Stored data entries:
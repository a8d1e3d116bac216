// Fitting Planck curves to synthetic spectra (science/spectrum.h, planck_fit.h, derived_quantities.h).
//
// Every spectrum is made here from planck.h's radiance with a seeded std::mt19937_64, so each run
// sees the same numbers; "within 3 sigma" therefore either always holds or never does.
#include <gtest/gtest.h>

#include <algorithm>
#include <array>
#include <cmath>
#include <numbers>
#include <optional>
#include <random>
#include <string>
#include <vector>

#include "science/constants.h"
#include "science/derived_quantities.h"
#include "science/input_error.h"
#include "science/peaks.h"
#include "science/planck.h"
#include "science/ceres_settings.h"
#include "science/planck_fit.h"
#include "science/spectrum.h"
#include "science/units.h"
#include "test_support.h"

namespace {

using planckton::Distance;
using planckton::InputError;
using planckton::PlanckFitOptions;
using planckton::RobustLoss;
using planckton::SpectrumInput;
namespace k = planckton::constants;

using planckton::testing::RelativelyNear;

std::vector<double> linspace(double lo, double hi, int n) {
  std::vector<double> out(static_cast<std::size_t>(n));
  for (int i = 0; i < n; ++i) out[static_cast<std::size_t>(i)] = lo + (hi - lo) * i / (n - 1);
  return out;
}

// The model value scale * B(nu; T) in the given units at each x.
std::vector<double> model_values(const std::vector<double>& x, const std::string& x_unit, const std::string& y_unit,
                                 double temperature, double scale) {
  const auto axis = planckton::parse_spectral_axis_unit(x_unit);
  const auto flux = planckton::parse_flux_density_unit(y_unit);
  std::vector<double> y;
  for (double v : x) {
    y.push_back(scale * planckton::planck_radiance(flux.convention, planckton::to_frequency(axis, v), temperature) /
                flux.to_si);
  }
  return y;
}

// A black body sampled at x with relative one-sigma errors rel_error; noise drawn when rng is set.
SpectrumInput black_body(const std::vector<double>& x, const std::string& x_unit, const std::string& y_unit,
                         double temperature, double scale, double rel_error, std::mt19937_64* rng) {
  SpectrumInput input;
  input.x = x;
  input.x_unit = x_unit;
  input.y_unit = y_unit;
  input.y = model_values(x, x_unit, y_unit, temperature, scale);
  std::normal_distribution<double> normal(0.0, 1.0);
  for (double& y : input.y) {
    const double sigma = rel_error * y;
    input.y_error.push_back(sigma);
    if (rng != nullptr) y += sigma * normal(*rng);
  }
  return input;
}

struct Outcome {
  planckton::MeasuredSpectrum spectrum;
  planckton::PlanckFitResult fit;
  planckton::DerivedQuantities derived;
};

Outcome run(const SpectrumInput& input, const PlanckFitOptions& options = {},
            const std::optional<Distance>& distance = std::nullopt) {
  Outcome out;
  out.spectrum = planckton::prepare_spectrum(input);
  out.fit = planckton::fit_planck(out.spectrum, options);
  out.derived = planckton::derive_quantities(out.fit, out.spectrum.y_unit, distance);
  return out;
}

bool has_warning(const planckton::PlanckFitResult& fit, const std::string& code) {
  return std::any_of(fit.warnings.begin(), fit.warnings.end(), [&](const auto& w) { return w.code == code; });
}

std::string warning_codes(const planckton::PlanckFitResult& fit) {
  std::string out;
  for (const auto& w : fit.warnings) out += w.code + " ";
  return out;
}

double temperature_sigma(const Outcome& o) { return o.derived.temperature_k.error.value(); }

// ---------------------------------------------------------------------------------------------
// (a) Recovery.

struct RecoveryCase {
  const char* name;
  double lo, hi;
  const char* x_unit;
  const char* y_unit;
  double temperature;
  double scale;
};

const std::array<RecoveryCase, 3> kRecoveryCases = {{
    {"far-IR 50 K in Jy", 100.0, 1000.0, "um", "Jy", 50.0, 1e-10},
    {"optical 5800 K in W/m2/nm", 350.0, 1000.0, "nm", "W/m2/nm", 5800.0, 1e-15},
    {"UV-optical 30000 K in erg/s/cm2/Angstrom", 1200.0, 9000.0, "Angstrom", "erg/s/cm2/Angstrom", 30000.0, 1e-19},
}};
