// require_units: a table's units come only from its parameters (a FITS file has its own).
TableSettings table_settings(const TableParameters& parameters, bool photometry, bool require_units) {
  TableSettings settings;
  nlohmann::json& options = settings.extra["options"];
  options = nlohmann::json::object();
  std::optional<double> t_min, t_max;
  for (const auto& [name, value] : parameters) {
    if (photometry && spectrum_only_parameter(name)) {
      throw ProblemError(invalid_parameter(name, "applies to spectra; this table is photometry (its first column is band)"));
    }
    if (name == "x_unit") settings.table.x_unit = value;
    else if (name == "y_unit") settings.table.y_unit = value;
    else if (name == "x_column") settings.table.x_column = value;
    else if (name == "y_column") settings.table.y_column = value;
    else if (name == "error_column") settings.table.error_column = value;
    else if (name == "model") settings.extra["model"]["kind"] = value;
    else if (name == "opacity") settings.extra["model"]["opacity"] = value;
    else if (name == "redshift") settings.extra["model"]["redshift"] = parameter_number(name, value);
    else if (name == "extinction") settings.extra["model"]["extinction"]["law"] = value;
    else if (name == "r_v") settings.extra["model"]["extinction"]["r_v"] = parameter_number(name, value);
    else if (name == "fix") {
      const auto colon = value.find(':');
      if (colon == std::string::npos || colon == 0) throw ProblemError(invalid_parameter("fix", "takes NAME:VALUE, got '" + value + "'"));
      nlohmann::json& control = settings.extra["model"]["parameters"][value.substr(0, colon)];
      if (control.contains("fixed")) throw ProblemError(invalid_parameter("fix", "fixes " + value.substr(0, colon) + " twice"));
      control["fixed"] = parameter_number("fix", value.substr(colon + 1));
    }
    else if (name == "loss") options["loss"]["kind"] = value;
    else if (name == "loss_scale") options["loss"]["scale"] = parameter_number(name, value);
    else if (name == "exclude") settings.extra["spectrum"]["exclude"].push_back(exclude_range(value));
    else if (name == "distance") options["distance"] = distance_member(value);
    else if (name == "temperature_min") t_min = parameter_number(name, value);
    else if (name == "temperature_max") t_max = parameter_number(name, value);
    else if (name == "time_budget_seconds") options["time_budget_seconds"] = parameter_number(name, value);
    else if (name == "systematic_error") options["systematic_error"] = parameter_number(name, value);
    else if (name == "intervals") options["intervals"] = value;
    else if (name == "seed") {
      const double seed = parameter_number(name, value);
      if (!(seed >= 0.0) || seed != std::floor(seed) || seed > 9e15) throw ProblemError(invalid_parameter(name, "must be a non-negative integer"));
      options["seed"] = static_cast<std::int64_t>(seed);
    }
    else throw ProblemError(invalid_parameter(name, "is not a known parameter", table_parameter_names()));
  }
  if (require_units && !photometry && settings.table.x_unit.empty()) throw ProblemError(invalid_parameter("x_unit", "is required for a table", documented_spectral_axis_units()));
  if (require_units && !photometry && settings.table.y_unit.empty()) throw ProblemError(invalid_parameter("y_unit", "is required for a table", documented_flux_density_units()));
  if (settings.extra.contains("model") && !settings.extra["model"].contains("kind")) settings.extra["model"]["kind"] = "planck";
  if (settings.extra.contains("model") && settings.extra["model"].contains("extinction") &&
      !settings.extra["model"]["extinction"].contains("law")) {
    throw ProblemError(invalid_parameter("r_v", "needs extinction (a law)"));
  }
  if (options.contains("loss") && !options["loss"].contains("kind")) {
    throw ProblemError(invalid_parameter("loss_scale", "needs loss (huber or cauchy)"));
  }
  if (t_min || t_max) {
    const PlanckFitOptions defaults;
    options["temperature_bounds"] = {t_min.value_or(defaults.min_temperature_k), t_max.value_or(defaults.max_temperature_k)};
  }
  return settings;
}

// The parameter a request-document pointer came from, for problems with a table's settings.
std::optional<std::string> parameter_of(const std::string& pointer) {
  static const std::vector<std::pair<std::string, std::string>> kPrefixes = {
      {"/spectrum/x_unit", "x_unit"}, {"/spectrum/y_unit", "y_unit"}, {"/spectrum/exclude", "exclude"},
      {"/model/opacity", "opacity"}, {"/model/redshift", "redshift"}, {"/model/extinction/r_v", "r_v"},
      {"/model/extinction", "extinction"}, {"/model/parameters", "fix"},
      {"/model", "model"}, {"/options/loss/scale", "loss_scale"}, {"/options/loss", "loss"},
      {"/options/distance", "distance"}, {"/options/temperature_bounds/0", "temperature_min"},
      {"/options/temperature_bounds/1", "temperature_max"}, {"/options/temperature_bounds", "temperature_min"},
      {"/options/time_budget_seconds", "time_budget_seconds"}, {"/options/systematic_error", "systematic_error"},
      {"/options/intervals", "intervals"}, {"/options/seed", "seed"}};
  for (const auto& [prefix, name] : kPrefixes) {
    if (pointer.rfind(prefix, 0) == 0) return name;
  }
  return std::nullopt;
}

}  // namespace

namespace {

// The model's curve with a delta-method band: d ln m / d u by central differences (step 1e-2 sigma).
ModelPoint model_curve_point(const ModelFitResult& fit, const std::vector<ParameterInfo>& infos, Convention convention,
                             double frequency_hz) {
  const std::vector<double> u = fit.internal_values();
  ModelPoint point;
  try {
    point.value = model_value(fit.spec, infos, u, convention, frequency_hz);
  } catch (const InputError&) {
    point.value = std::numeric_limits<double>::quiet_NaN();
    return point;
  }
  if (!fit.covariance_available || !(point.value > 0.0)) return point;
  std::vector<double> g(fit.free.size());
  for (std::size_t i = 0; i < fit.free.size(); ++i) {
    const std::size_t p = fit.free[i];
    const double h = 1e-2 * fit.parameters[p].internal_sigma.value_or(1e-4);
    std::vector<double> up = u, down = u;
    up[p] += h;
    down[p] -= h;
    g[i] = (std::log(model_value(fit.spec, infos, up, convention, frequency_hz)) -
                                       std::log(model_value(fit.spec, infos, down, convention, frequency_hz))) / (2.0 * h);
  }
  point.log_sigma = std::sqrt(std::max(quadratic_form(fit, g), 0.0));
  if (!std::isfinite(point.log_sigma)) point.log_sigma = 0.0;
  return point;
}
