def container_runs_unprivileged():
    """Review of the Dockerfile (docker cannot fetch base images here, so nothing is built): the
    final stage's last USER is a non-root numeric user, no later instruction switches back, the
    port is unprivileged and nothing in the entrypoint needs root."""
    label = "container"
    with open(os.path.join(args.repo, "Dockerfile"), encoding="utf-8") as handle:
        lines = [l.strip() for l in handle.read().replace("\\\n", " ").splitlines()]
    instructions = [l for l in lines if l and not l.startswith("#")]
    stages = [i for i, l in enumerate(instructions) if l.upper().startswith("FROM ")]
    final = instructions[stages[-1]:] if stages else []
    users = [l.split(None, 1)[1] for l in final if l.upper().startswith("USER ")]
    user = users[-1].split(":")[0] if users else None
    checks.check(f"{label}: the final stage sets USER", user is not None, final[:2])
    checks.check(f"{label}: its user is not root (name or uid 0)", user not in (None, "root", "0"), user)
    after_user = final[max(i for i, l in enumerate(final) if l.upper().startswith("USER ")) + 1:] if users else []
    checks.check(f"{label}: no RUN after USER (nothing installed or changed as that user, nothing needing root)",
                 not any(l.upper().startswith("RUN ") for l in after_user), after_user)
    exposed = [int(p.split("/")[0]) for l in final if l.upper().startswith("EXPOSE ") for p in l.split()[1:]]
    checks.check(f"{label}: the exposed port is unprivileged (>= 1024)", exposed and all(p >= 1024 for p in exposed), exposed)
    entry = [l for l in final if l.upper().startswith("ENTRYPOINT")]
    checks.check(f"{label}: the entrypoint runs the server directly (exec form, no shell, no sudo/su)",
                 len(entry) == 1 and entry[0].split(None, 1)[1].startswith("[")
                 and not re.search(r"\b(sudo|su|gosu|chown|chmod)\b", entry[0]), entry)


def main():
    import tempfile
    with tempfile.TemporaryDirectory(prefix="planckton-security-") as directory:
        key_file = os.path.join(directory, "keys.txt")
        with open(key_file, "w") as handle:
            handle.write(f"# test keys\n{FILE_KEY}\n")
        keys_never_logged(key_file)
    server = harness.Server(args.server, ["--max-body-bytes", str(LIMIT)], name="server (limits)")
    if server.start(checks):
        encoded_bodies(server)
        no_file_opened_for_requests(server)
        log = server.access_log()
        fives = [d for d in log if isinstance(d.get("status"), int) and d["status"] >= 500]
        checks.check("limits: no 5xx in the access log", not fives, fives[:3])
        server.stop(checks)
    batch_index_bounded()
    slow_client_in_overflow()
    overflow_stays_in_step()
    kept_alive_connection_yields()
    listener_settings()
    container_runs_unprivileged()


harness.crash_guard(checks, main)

What you should do — Please copy the lines above from the line with "using planckton::RobustLoss;" up to and including the line with "for (double v", exactly as written and with nothing else.

Answer below —
using planckton::RobustLoss;
using planckton::SpectrumInput;
namespace k = planckton::constants;

using planckton::testing::RelativelyNear;

std::vector<double> linspace(double lo, double hi, int n) {
  std::vector<double> out(static_cast<std::size_t>(n));
  for (int i = 0; i < n; ++i) out[static_cast<std::size_t>(i)] = lo + (hi - lo) * i / (n - 1);
  return out;
}

// The model value scale * B(nu; T) in the given units at each x.
std::vector<double> model_values(const std::vector<double>& x, const std::string& x_unit, const std::string& y_unit,
                                 double temperature, double scale) {
  const auto axis = planckton::parse_spectral_axis_unit(x_unit);
  const auto flux = planckton::parse_flux_density_unit(y_unit);
  std::vector<double> y;
  for (double v : x) {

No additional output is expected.